** EXERCISE DETAILS **
Print the data that follows exactly as it stands, from its first line through the line containing "func rainOfRow(r *batchRow)", and stop there.

** SOURCE DATA **
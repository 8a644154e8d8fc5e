package propagation

import "fmt"

var rainCoefficientsBatch = batchModel{
	name:    "rain-coefficients",
	inputs:  fixed("frequency_ghz", "elevation_deg", "polarization_tilt_deg"),
	results: []string{"result_coefficient_k", "result_coefficient_alpha"},
	evaluate: func(_ *Batch, r *batchRow, out []float64) (err error) {
		out[0], out[1], err = rainCoefficients(r.number("frequency_ghz"), r.number("elevation_deg"), r.number("polarization_tilt_deg"))
		return err
	},
}

var rainSpecificBatch = batchModel{
	name:    "rain-specific",
	inputs:  fixed("frequency_ghz", "elevation_deg", "polarization_tilt_deg", "rain_rate_mm_h"),
	results: []string{"result_rain_specific_attenuation_db_km"},
	evaluate: func(_ *Batch, r *batchRow, out []float64) (err error) {
		out[0], err = rainSpecific(r.number("rain_rate_mm_h"), r.number("frequency_ghz"), r.number("elevation_deg"), r.number("polarization_tilt_deg"))
		return err
	},
}

var rainColumns = []string{"latitude_deg", "station_height_km", "frequency_ghz", "elevation_deg", "polarization_tilt_deg",
	"exceedance_percent", "rain_rate_001_mm_h", "rain_height_km"}

var rainBatch = batchModel{
	name:    "rain",
	inputs:  fixed(rainColumns...),
	results: []string{"result_rain_attenuation_db"},
	evaluate: func(_ *Batch, r *batchRow, out []float64) (err error) {
		out[0], err = rainOfRow(r)
		return err
	},
}

func rainOfRow(r *batchRow) (float64, error) {
	s := rainSite{r.number("latitude_deg"), r.number("station_height_km"), r.number("rain_height_km"), r.number("rain_rate_001_mm_h")}
	return rainAttenuationChecked(s, r.number("frequency_ghz"), r.number("elevation_deg"), r.number("polarization_tilt_deg"),
		r.number("exceedance_percent"), &r.notes)
}

func monthColumn(pattern string, month int) string { return fmt.Sprintf(pattern, month+1) }

const (
	temperatureColumn = "temperature_month_%02d_c"
	rainfallColumn    = "rainfall_month_%02d_mm"
)

var rainRateBatch = batchModel{
	name: "rain-rate",
	inputs: func(b *Batch) ([]string, error) {
		columns := []string{"exceedance_percent"}
		for i := range 12 {
			columns = append(columns, monthColumn(temperatureColumn, i))
		}
		for i := range 12 {
			columns = append(columns, monthColumn(rainfallColumn, i))
		}
		return b.need(columns...)
	},
	results: []string{"result_rain_rate_mm_h"},
	evaluate: func(_ *Batch, r *batchRow, out []float64) error {
		var celsius, rainfall [12]float64
		for i := range celsius {
			celsius[i], rainfall[i] = r.number(monthColumn(temperatureColumn, i)), r.number(monthColumn(rainfallColumn, i))
		}
		rain, err := newRain(celsius, rainfall)
		if err != nil {
			return err
		}
		out[0], err = rain.rate(r.number("exceedance_percent"))
		return err
	},
}

var rainHeightBatch = batchModel{
	name:    "rain-height",
	inputs:  fixed("zero_degree_isotherm_height_km"),
	results: []string{"result_rain_height_km"},
	evaluate: func(_ *Batch, r *batchRow, out []float64) (err error) {
		out[0], err = rainHeight(r.number("zero_degree_isotherm_height_km"))
		return err
	},
}

var xpdBatch = batchModel{
	name:    "xpd",
	inputs:  fixed("frequency_ghz", "elevation_deg", "polarization_tilt_deg", "exceedance_percent", "rain_attenuation_db"),
	results: []string{"result_xpd_db"},
	evaluate: func(_ *Batch, r *batchRow, out []float64) (err error) {
		out[0], err = crossPolar(r.number("frequency_ghz"), r.number("elevation_deg"), r.number("polarization_tilt_deg"),
			r.number("exceedance_percent"), r.number("rain_attenuation_db"), &r.notes)
		return err
	},
}
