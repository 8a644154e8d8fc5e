package station

import (
	"errors"
	"io"

	"slantwise/orbit/unit"
)

// MaskPoint is one point of a horizon mask.
type MaskPoint struct {
	Azimuth   unit.Angle // [0°, 360°), clockwise from true north
	Elevation unit.Angle // [-10°, 90°)
}

// Mask is a horizon mask: the least elevation that sees the sky, by azimuth, linear
// between its points and cyclic. It is immutable.
type Mask struct {
	kind   ElevationKind
	points []MaskPoint
}

// NewMask returns the mask through the points, which are copied: at least one, by
// rising azimuth. A single point is a level horizon. Doubled azimuths are refused,
// since it would be a guess which holds; two points 0.001° apart make a steep edge.
// Errors name the entry, counted from 1; ranges fail with *unit.RangeError inside.
func NewMask(points []MaskPoint, kind ElevationKind) (*Mask, error) {
	return nil, errors.New("station: masks are not built yet")
}

// ReadMaskCSV reads a mask from CSV text with the header azimuth_deg,elevation_deg.
// Errors name the line.
func ReadMaskCSV(r io.Reader, kind ElevationKind) (*Mask, error) {
	return nil, errors.New("station: masks are not built yet")
}

// Kind tells which elevation the mask was made in.
func (m *Mask) Kind() ElevationKind { return m.kind }

// Points returns a copy of the points.
func (m *Mask) Points() []MaskPoint { return append([]MaskPoint(nil), m.points...) }

// At returns the elevation of the mask, of its own kind, at any azimuth.
func (m *Mask) At(azimuth unit.Angle) unit.Angle { return 0 }
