package station

import (
	"fmt"
	"strconv"
	"strings"

	"slantwise/orbit/unit"
)

// Coordinate tells latitude and longitude apart.
type Coordinate int

// Coordinates of a place.
const (
	OfLatitude  Coordinate = iota // N and S, 90° at most
	OfLongitude                   // E and W, 180° at most
)

// angleMarks may stand behind degrees, minutes and seconds, the longer ones first.
var angleMarks = [3][]string{
	{"°", "º", "deg", "d", ":"},
	{"min", "''", "'", "′", "’", "m", ":"}, // two strokes are seconds, and refused here
	{"sec", "''", "′′", `"`, "″", "”", "s"},
}

// ParseGeodetic reads a latitude or longitude as people write it: degrees with a letter
// for the hemisphere, alone or with minutes and seconds, the last number with decimals
// (58°24'00"N, N 58 24.5, 6:06:00 W, 58.4 N). The letter must be there: without it 58 24
// 00 would be a guess, and with a sign it would be said twice. The error says what is
// wrong.
func ParseGeodetic(text string, of Coordinate) (unit.Angle, error) {
	letters, most, example := "NS", 90.0, `58°24'00"N`
	if of == OfLongitude {
		letters, most, example = "EW", 180.0, `6°06'00"W`
	}
	v, letter, why := angleParts(text)
	switch {
	case why != "":
	case letter == 0:
		why = "it does not begin or end with " + letters[:1] + " or " + letters[1:]
	case strings.IndexByte(letters, letter) < 0:
		why = string(letter) + " is no hemisphere here, " + letters[:1] + " and " + letters[1:] + " are"
	case !(v <= most):
		why = fmt.Sprintf("it is more than %g degrees", most)
	}
	if why != "" {
		return 0, fmt.Errorf("%.60q is not allowed: %s; give degrees as a number, or degrees, minutes and seconds with the hemisphere, as %s", text, why, example)
	}
	if letter == letters[1] {
		v = -v
	}
	return unit.Angle(v) * unit.Degree, nil
}

// angleParts reads the degrees and the hemisphere's letter, 0 where there is none; why
// says what is wrong.
func angleParts(text string) (degrees float64, letter byte, why string) {
	rest := strings.TrimSpace(text)
	isLetter := func(c byte) bool { return strings.IndexByte("NSEW", c) >= 0 }
	if n := len(rest); n > 0 && isLetter(rest[n-1]) {
		letter, rest = rest[n-1], rest[:n-1]
	}
	if rest != "" && isLetter(rest[0]) {
		if letter != 0 {
			return 0, 0, "it has two letters for the hemisphere"
		}
		letter, rest = rest[0], rest[1:]
	}
	if strings.ContainsAny(rest, "+-−") {
		return 0, 0, "a sign is taken with a plain number alone, north and east being positive"
	}
	fraction := false
	for i, scale := range [3]float64{1, 60, 3600} {
		rest = strings.TrimSpace(rest)
		if rest == "" && i > 0 {
			break
		}
		end := 0
		for end < len(rest) && (rest[end] >= '0' && rest[end] <= '9' || rest[end] == '.') {
			end++
		}
		x, err := strconv.ParseFloat(rest[:end], 64)
		switch {
		case err != nil:
			return 0, 0, "it is not degrees, minutes and seconds"
		case fraction:
			return 0, 0, "only its last number may have decimals"
		case i > 0 && x >= 60:
			return 0, 0, "minutes and seconds are less than 60"
		}
		fraction = strings.Contains(rest[:end], ".")
		degrees += x / scale
		rest = strings.TrimSpace(rest[end:])
		for _, mark := range angleMarks[i] {
			if cut, ok := strings.CutPrefix(rest, mark); ok {
				if i == 1 && mark == "''" {
					return 0, 0, "it has seconds without minutes"
				}
				rest = cut
				break
			}
		}
	}
	if rest != "" {
		return 0, 0, "it is not degrees, minutes and seconds"
	}
	return degrees, letter, ""
}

** RESULT OF THE TASK **
repository 8a644154e8d8fc5e
package propagation

import "fmt"

var rainCoefficientsBatch = batchModel{
	name:    "rain-coefficients",
	inputs:  fixed("frequency_ghz", "elevation_deg", "polarization_tilt_deg"),
	results: []string{"result_coefficient_k", "result_coefficient_alpha"},
	evaluate: func(_ *Batch, r *batchRow, out []float64) (err error) {
		out[0], out[1], err = rainCoefficients(r.number("frequency_ghz"), r.number("elevation_deg"), r.number("polarization_tilt_deg"))
		return err
	},
}

var rainSpecificBatch = batchModel{
	name:    "rain-specific",
	inputs:  fixed("frequency_ghz", "elevation_deg", "polarization_tilt_deg", "rain_rate_mm_h"),
	results: []string{"result_rain_specific_attenuation_db_km"},
	evaluate: func(_ *Batch, r *batchRow, out []float64) (err error) {
		out[0], err = rainSpecific(r.number("rain_rate_mm_h"), r.number("frequency_ghz"), r.number("elevation_deg"), r.number("polarization_tilt_deg"))
		return err
	},
}

var rainColumns = []string{"latitude_deg", "station_height_km", "frequency_ghz", "elevation_deg", "polarization_tilt_deg",
	"exceedance_percent", "rain_rate_001_mm_h", "rain_height_km"}

var rainBatch = batchModel{
	name:    "rain",
	inputs:  fixed(rainColumns...),
	results: []string{"result_rain_attenuation_db"},
	evaluate: func(_ *Batch, r *batchRow, out []float64) (err error) {
		out[0], err = rainOfRow(r)
		return err
	},
}

func rainOfRow(r *batchRow) (float64, error) {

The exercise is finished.